Except a geometrically complex domain... None !  stick to FD in that case :)

It depends on your problem to be solved. For example, if you want to simulate mechanic problems, it is better to use FEM so that you can use Gaussian points to obtain precise stress and deformation fields. But if you want to solve reactive transport problem including solute transport, then the FDM or FVM (finite volume method) are more suitable because of the local mass conservation.

@Mingliang:   Thank you!

The main advantage of the Finite Element Method over the Finite Difference Method is its ability to deal with complex 2D or 3D domains. From my point of view, for elliptic problems, I think also that the FEM is more suited to take boundary conditions into account because natural boundary conditions (heat flux conditions for thermal analyses) are included in the weak form of the equations. In addition, the FEM is more suited to solve complex non linear problems such as for example heat transfer with phase changes or large displacements and large strains elastoplastic analyses. For parabolic problems such as transient heat equation, both methods are usually coupled. The FEM is used for the problem in space while the FDM is used to integrate the equation in time.

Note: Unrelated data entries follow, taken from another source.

"""Neutral CSV and JSON output, and the one writer of every result file.

CSV: one observation a row, plain column names (``bjd_tdb, mag, mag_err, ...``),
dot decimal, no index column.  Text cells that a spreadsheet would read as a
formula (starting with ``=``, ``+``, ``-``, ``@``, tab or carriage return) are
prefixed with a single quote; numbers are written as numbers.

JSON: strict (NaN and infinity become ``null``), numpy types turned into Python
ones, so any JSON parser reads it.

Files: :func:`write_atomic` writes every result (CSV, JSON, plots, setups):
a regular file is replaced atomically (through symbolic links, which stay
links), a FIFO or a device is written through, ``-`` is standard output, and
a folder or a missing folder is refused in words.
"""

from __future__ import annotations

import errno
import io
import json
import os
import secrets
import stat
import sys
from pathlib import Path
from typing import Any

import numpy as np
import pandas as pd

from .results import plain

_FORMULA_START = ("=", "+", "-", "@", "\t", "\r")

#: Columns of the exported light curve, in order.
LIGHTCURVE_COLUMNS = (
    "bjd_tdb", "hjd_utc", "jd_utc", "band", "star", "mag", "mag_err", "cal_err", "transformed", "bv", "bv_err",
    "mag_untransformed", "mag_untransformed_err", "epsilon_v", "mu_bv", "k2_bv", "airmass", "night", "frame",
    "quality", "flags",
)


def to_json(obj: Any, *, indent: int | None = None) -> str:
    """Strict JSON text of ``obj`` (see :func:`plain`)."""
    return json.dumps(plain(obj), indent=indent, allow_nan=False, ensure_ascii=False)


def _defuse(value: Any) -> Any:
    if isinstance(value, str) and value.startswith(_FORMULA_START):
        return "'" + value
    return value


def safe_text_columns(df: pd.DataFrame) -> pd.DataFrame:
    """Copy of ``df`` whose text cells cannot start a spreadsheet formula."""
    out = df.copy()
    for col in out.columns:
        if out[col].dtype == object or pd.api.types.is_string_dtype(out[col]):
            out[col] = out[col].map(_defuse)
    return out


def write_csv(df: pd.DataFrame, path: str | Path) -> Path:
    """Write ``df`` as neutral CSV, atomically (a partial file never appears at ``path``).

    With ``\n`` line ends the csv writer leaves a carriage return inside a cell
    unquoted, and a spreadsheet starts a new row there (whose first cell could be
    a formula); so when a text cell holds one, every text cell is quoted.
    Boolean columns are written 1 and 0.
    """
    import csv

    # One spelling of true and false in every CSV varstar writes: 1 and 0 (any reader takes them as numbers).
    bools = [c for c in df.columns if pd.api.types.is_bool_dtype(df[c])]
    if bools:
        df = df.astype({c: "int8" for c in bools})
    safe = safe_text_columns(df)
    text_cols = [c for c in safe.columns if safe[c].dtype == object or pd.api.types.is_string_dtype(safe[c])]
    has_cr = any(safe[c].astype(str).str.contains("\r", regex=False).any() for c in text_cols)
    text = safe.to_csv(
        index=False, float_format="%.10g", lineterminator="\n",
        quoting=csv.QUOTE_NONNUMERIC if has_cr else csv.QUOTE_MINIMAL,
    )
    return write_atomic(path, text.encode("utf-8"))


#: The output name that means standard output (common practice for command-line tools).
STDOUT = "-"


def _stdout_identity() -> tuple[int, int] | None:
    """(device, inode) of the file or pipe ``sys.stdout`` writes to, when it is a regular file or a pipe.

    A terminal or ``/dev/null`` gives ``None``: writing through such a device by
    another name is harmless, and only files and pipes need the text to go elsewhere.
    """
    try:
        st = os.fstat(sys.stdout.fileno())
    except (AttributeError, OSError, ValueError, io.UnsupportedOperation):
        return None
    if stat.S_ISREG(st.st_mode) or stat.S_ISFIFO(st.st_mode):
        return (st.st_dev, st.st_ino)
    return None


def is_stdout(path: str | os.PathLike[str]) -> bool:
    """Whether ``path`` means standard output: ``-``, or another name of the file or pipe stdout goes to.

    ``/dev/stdout`` (or ``/dev/fd/1``) with stdout redirected into a file or a
    pipe is written through ``sys.stdout``, so its bytes and anything else
    printed keep their order and a shell's ``>>`` keeps appending.
    """
    if str(path) == STDOUT:
        return True
    ident = _stdout_identity()
    if ident is None:
        return False
    try:
        st = os.stat(path)
    except (OSError, ValueError):
        return False
    return (st.st_dev, st.st_ino) == ident


def _explain_missing_parent(path: Path, parent: Path) -> str:
    """Why ``parent`` cannot hold a new file: the nearest ancestor that is missing or is not a folder."""
    probe = parent
    while True:
        try:
            st = os.stat(probe)
        except FileNotFoundError:
            up = probe.parent
            if up == probe:
                break
            if os.path.isdir(up):
                return f"{path}: folder {probe} does not exist; create it first or choose another place"
            probe = up
            continue
        except OSError as exc:
            return f"{path}: cannot reach folder {probe} ({exc.strerror})"
        if not stat.S_ISDIR(st.st_mode):
            return f"{path}: {probe} is a file, not a folder"
        break
    return f"{path}: folder {parent} does not exist; create it first or choose another place"


def _named(path: Path, real: Path) -> str:
    """``path`` for a message, with the file it leads to when it is a symbolic link."""
    return f"{path} (a link to {real})" if os.path.islink(path) else str(path)


_KIND_WORDS = {stat.S_IFSOCK: "a socket", stat.S_IFBLK: "a block device (a disk)", stat.S_IFDIR: "a folder"}


def _classify(path: Path, *, regular: bool = False) -> tuple[str, Path, os.stat_result | None]:
    """What writing to ``path`` means: ``("stdout"|"stream"|"file"|"new", real path, stat of what is there)``.

    ``stream`` is a FIFO or a character device (written through, never
    replaced); ``file`` an existing regular file and ``new`` a name not yet
    taken, both given as the real path behind any symbolic links, so the
    replacement happens there and a link stays a link.  With ``regular`` only
    a regular file (existing or new) is accepted, for files that are read and
    updated.  Raises :class:`OutputError` for everything else, naming ``path``.
    """
    from .errors import OutputError

    what = "a file that is read and updated (a setups file)" if regular else None
    if is_stdout(path):
        if regular:
            raise OutputError(f"{path}: is standard output; {what} must be a regular file")
        return "stdout", path, None
    try:
        st = os.stat(path)  # follows symbolic links
    except (FileNotFoundError, NotADirectoryError):
        st = None
    except OSError as exc:  # a loop of links, no permission to look, a name too long
        raise OutputError(f"{path}: cannot write there ({exc.strerror})") from None
    except ValueError:  # a NUL in the name
        raise OutputError(f"{path!r}: not a usable file name") from None
    if st is not None:
        fmt = stat.S_IFMT(st.st_mode)
        if fmt == stat.S_IFDIR:
            raise OutputError(f"{path}: is a folder; give a file name (inside it, or anywhere else)")
        if fmt in (stat.S_IFIFO, stat.S_IFCHR):
            if regular:
                kind = "a FIFO" if fmt == stat.S_IFIFO else "a device"
                raise OutputError(f"{path}: is {kind}; {what} must be a regular file")
            return "stream", path, st
        if fmt != stat.S_IFREG:
            raise OutputError(f"{path}: is {_KIND_WORDS.get(fmt, 'not a regular file')}; give a regular file, a FIFO or -")
        real = Path(os.path.realpath(path))
        try:
            st_real = os.stat(real)
        except OSError:
            st_real = None
        if st_real is None or (st_real.st_dev, st_real.st_ino) != (st.st_dev, st.st_ino):
            # e.g. /proc/self/fd/N of a deleted file: no name to put a new version under.
            raise OutputError(f"{path}: leads to a file that has no name of its own to replace; give a plain file name")
        if not os.access(real, os.W_OK):  # a read-only file says "do not overwrite", as it does to the shell's >
            raise OutputError(f"{_named(path, real)}: is read-only; make it writable or choose another name")
        return "file", real, st
    real = Path(os.path.realpath(path))
    parent = real.parent
    try:
        parent_ok = stat.S_ISDIR(os.stat(parent).st_mode)
    except OSError:
        parent_ok = False
    if not parent_ok:
        if os.path.islink(path):
            raise OutputError(_explain_missing_parent(path, parent) + f" ({path} is a link to {real})")
        raise OutputError(_explain_missing_parent(path, path.parent))
    return "new", real, None


def check_output_path(path: str | os.PathLike[str], *, regular: bool = False) -> None:
    """Refuse, before any work, an output name that cannot be written.

    Parameters
    ----------
    path
        The output as the user gave it (``-`` is standard output).
    regular
        Only a regular file will do (a file that is read, then updated).

    Raises
    ------
    OutputError
        ``path`` is a folder, a socket or a block device, its folder does not
        exist, or (with ``regular``) it is a FIFO, a device or stdout.
    """
    _classify(Path(path), regular=regular)


def _write_all(fd: int, data: bytes) -> None:
    view = memoryview(data)
    while view:
        n = os.write(fd, view)
        view = view[n:]


def _replace_atomically(real: Path, data: bytes, old: os.stat_result | None) -> None:
    """Write ``data`` into a new file beside ``real`` and rename it over ``real`` (same folder, same file system).

    The new file keeps the permission bits of the file it replaces; a new file
    gets the usual ones (0o666 less the umask).
    """
    flags = os.O_WRONLY | os.O_CREAT | os.O_EXCL | getattr(os, "O_CLOEXEC", 0)
    stem = real.name[:40]
    for _attempt in range(100):
        tmp = real.with_name(f".{stem}.{os.getpid()}.{secrets.token_hex(4)}.tmp")
        try:
            fd = os.open(tmp, flags, 0o666)
            break
        except FileExistsError:
            continue
    else:  # pragma: no cover - 100 collisions of 32 random bits
        raise FileExistsError(errno.EEXIST, os.strerror(errno.EEXIST), str(tmp))
    try:
        try:
            _write_all(fd, data)
            if old is not None:
                os.fchmod(fd, stat.S_IMODE(old.st_mode))
            os.fsync(fd)
        finally:
            os.close(fd)
        os.replace(tmp, real)
    finally:
        if os.path.lexists(tmp):
            os.unlink(tmp)


def _write_stream(path: Path, data: bytes) -> None:
    """Write through to a FIFO or a character device, opened by its name (no truncation, no creation)."""
    from .errors import OutputError

    fd = os.open(path, os.O_WRONLY | getattr(os, "O_NOCTTY", 0) | getattr(os, "O_CLOEXEC", 0))
    try:
        mode = os.fstat(fd).st_mode
        if not (stat.S_ISFIFO(mode) or stat.S_ISCHR(mode)):  # replaced by something else since we looked
            raise OutputError(f"{path}: changed while being opened; nothing written")
        try:
            _write_all(fd, data)
        except BrokenPipeError:
            raise OutputError(f"{path}: the reader closed it before all {len(data)} bytes were written") from None
    finally:
        os.close(fd)


def _write_stdout(data: bytes) -> None:
    """Write ``data`` to standard output after anything already printed (a broken pipe is left to the caller)."""
    from .errors import OutputError

    out = sys.stdout
    buf = getattr(out, "buffer", None)
    out.flush()
    if buf is not None:
        buf.write(data)
        buf.flush()
        return
    try:
        fd = out.fileno()
    except (AttributeError, OSError, ValueError, io.UnsupportedOperation):
        raise OutputError("-: standard output does not take binary data here; give a file name") from None
    _write_all(fd, data)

I completely agree with Mingliang Xie that the FDM or FVM is more suited for convection-diffusion problems.

The main advantage of the Finite Element Method over the Finite Difference Method is its ability to deal with complex 2D or 3D domains. From my point of view, for elliptic problems, I think also that the FEM is more suited to take boundary conditions into account because natural boundary conditions (heat flux conditions for thermal analyses) are included in the weak form of the equations. In addition, the FEM is more suited to solve complex non linear problems such as for example heat transfer with phase changes or large displacements and large strains elastoplastic analyses. For parabolic problems such as transient heat equation, both methods are usually coupled. The FEM is used for the problem in space while the FDM is used to integrate the equation in time. I completely agree with Mingliang Xie that the FDM or FVM is more suited for convection-diffusion problems.

Thank you very much for your opinion. For me in a rectangular domain the FDM  worked better to solve complex nonlinear problems such as the heat transfer problem with phase changes.